> **Work required**: For the entries below, state how many lines contain the string "formulas". Add nothing else.

(Stored data)
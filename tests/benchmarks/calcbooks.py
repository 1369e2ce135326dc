"""Large workbooks for the benchmark in Calc, written directly as .xlsx."""

from __future__ import annotations

import random
import re
import zipfile
from collections.abc import Iterable, Sequence
from pathlib import Path
from typing import Final

from thrustbook.addin.catalogue.registry import CATALOGUE
from thrustbook.addin.catalogue.types import Longhand
from thrustbook.addin.xlsx.a1 import to_a1

_MAIN: Final = "http://schemas.openxmlformats.org/spreadsheetml/2006/main"
_REL: Final = "http://schemas.openxmlformats.org/officeDocument/2006/relationships"
_PACKAGE: Final = "http://schemas.openxmlformats.org/package/2006/relationships"
_TYPES: Final = "http://schemas.openxmlformats.org/package/2006/content-types"
_KIND: Final = "application/vnd.openxmlformats-officedocument.spreadsheetml"

HEADINGS: Final = ("fitting", "rho", "D1", "p1", "Q", "theta", "D2")
NATIVE: Final = (
    ("H", "PI()/4*(C{r}/1000)^2"),  # area at section 1
    ("I", "PI()/4*(G{r}/1000)^2"),  # area at section 2
    ("J", "E{r}/1000/H{r}"),  # velocities
    ("K", "E{r}/1000/I{r}"),
    ("L", "D{r}*1000+B{r}/2*(J{r}^2-K{r}^2)"),  # pressure at section 2
    ("M", "D{r}*1000*H{r}+B{r}*E{r}/1000*J{r}"),  # impulse at either section
    ("N", "L{r}*I{r}+B{r}*E{r}/1000*K{r}"),
    ("O", "RADIANS(F{r})"),
    ("P", "(M{r}-N{r}*COS(O{r}))/1000"),  # thrust along x, along y, magnitude, direction
    ("Q", "-N{r}*SIN(O{r})/1000"),
    ("R", "SQRT(P{r}^2+Q{r}^2)"),
    ("S", "DEGREES(ATAN2(P{r},Q{r}))"),
)
"""The bare sums of one bend, in as few cells as one would care to read."""

_TO_SI: Final = {
    "D1": "C{r}/1000",
    "p1": "D{r}*1000",
    "Q": "E{r}/1000",
    "theta": "RADIANS(F{r})",
    "D2": 'IF(G{r}="","",G{r}/1000)',
}
_NEUTRAL: Final = {"alpha1": 1, "alpha2": 1, "beta1": 1, "beta2": 1, "K": 0, "dz": 0, "p2": '""'}
_FROM_SI: Final = {"Fx": "{}/1000", "Fy": "{}/1000", "F": "{}/1000", "dir": "DEGREES({})"}


def longhand(*results: str) -> list[tuple[str, str]]:
    """The long-hand working of TB_BEND for some results, as a checking sheet has it, from column H on.

    One argument converted, one step or one result converted a cell; the results come last.
    """
    row = CATALOGUE["TB_BEND"]
    assert isinstance(row.longhand, Longhand)
    steps = {step.symbol: step.formula for step in row.longhand.steps}
    needed = list(results)
    for symbol in needed:
        needed += [n for n in re.findall(r"\{([^{}]+)\}", steps.get(symbol, "")) if n not in needed]
    cells = {"rho": "B{r}"} | {name: str(value) for name, value in _NEUTRAL.items()}
    out: list[tuple[str, str]] = []

    def put(symbol: str, formula: str) -> None:
        column = to_a1(1, len(HEADINGS) + 1 + len(out))[:-1]
        out.append((column, formula))
        cells[symbol] = column + "{r}"

    for name, formula in _TO_SI.items():
        if name in needed:
            put(name, formula)
    for symbol, formula in steps.items():
        if symbol in needed:
            put(symbol, re.sub(r"\{([^{}]+)\}", lambda m: cells[m[1]], formula))
    for name in results:
        put(name, _FROM_SI[name].replace("{}", cells[name]))
    return out


def bends(count: int) -> list[list[float]]:
    """Invented bends: rho, D1, p1, Q, theta, D2, in metric units (mm, kPa, L/s) and degrees."""
    draw = random.Random(7).uniform
    return [
        [draw(990, 1010), draw(200, 1000), draw(100, 1000), draw(50, 300), draw(5, 120), draw(200, 1000)]
        for _ in range(count)
    ]


def write(path: Path, rows: Sequence[Sequence[float]], formulas: Iterable[tuple[str, str, str]]) -> None:
    """Write a sheet "Data": headings in row 1, a bend a row below, and formulas.

    A formula is (column, text with {r} for the row, extent of an array or ""); one
    with an extent stands in row 2 alone, any other in every row.
    """
    cells, arrays = [], []
    for column, text, extent in formulas:
        (arrays if extent else cells).append(
            (column, text.replace("&", "&amp;").replace("<", "&lt;"), extent)
        )
    head = "".join(
        f'<c r="{chr(65 + j)}1" t="inlineStr"><is><t>{name}</t></is></c>' for j, name in enumerate(HEADINGS)
    )
    lines = [f'<row r="1">{head}</row>']
    for r, values in enumerate(rows, 2):
        line = f'<row r="{r}"><c r="A{r}" t="inlineStr"><is><t>bend</t></is></c>'
        line += "".join(f'<c r="{chr(66 + j)}{r}"><v>{value!r}</v></c>' for j, value in enumerate(values))
        line += "".join(f'<c r="{c}{r}"><f>{text.replace("{r}", str(r))}</f></c>' for c, text, _ in cells)
        if r == 2:
            line += "".join(
                f'<c r="{c}{r}"><f t="array" ref="{extent}">{text}</f></c>' for c, text, extent in arrays
            )
        lines.append(line + "</row>")
    sheet = f'<worksheet xmlns="{_MAIN}"><sheetData>{"".join(lines)}</sheetData></worksheet>'
    book = (
        f'<workbook xmlns="{_MAIN}" xmlns:r="{_REL}"><sheets>'
        '<sheet name="Data" sheetId="1" r:id="rId1"/></sheets></workbook>'
    )
    parts = {
        "[Content_Types].xml": f'<Types xmlns="{_TYPES}">'
        '<Default Extension="rels" ContentType="application/vnd.openxmlformats-package.relationships+xml"/>'
        f'<Override PartName="/xl/workbook.xml" ContentType="{_KIND}.sheet.main+xml"/>'
        f'<Override PartName="/xl/worksheets/sheet1.xml" ContentType="{_KIND}.worksheet+xml"/></Types>',
        "_rels/.rels": _relations(f"{_REL}/officeDocument", "xl/workbook.xml"),
        "xl/workbook.xml": book,
        "xl/_rels/workbook.xml.rels": _relations(f"{_REL}/worksheet", "worksheets/sheet1.xml"),
        "xl/worksheets/sheet1.xml": sheet,
    }
    with zipfile.ZipFile(path, "w", zipfile.ZIP_DEFLATED, compresslevel=1) as archive:
        for name, text in parts.items():
            archive.writestr(name, '<?xml version="1.0" encoding="UTF-8"?>' + text)


def _relations(kind: str, target: str) -> str:
    link = f'<Relationship Id="rId1" Type="{kind}" Target="{target}"/>'
    return f'<Relationships xmlns="{_PACKAGE}">{link}</Relationships>'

> **Solution for this task**: 3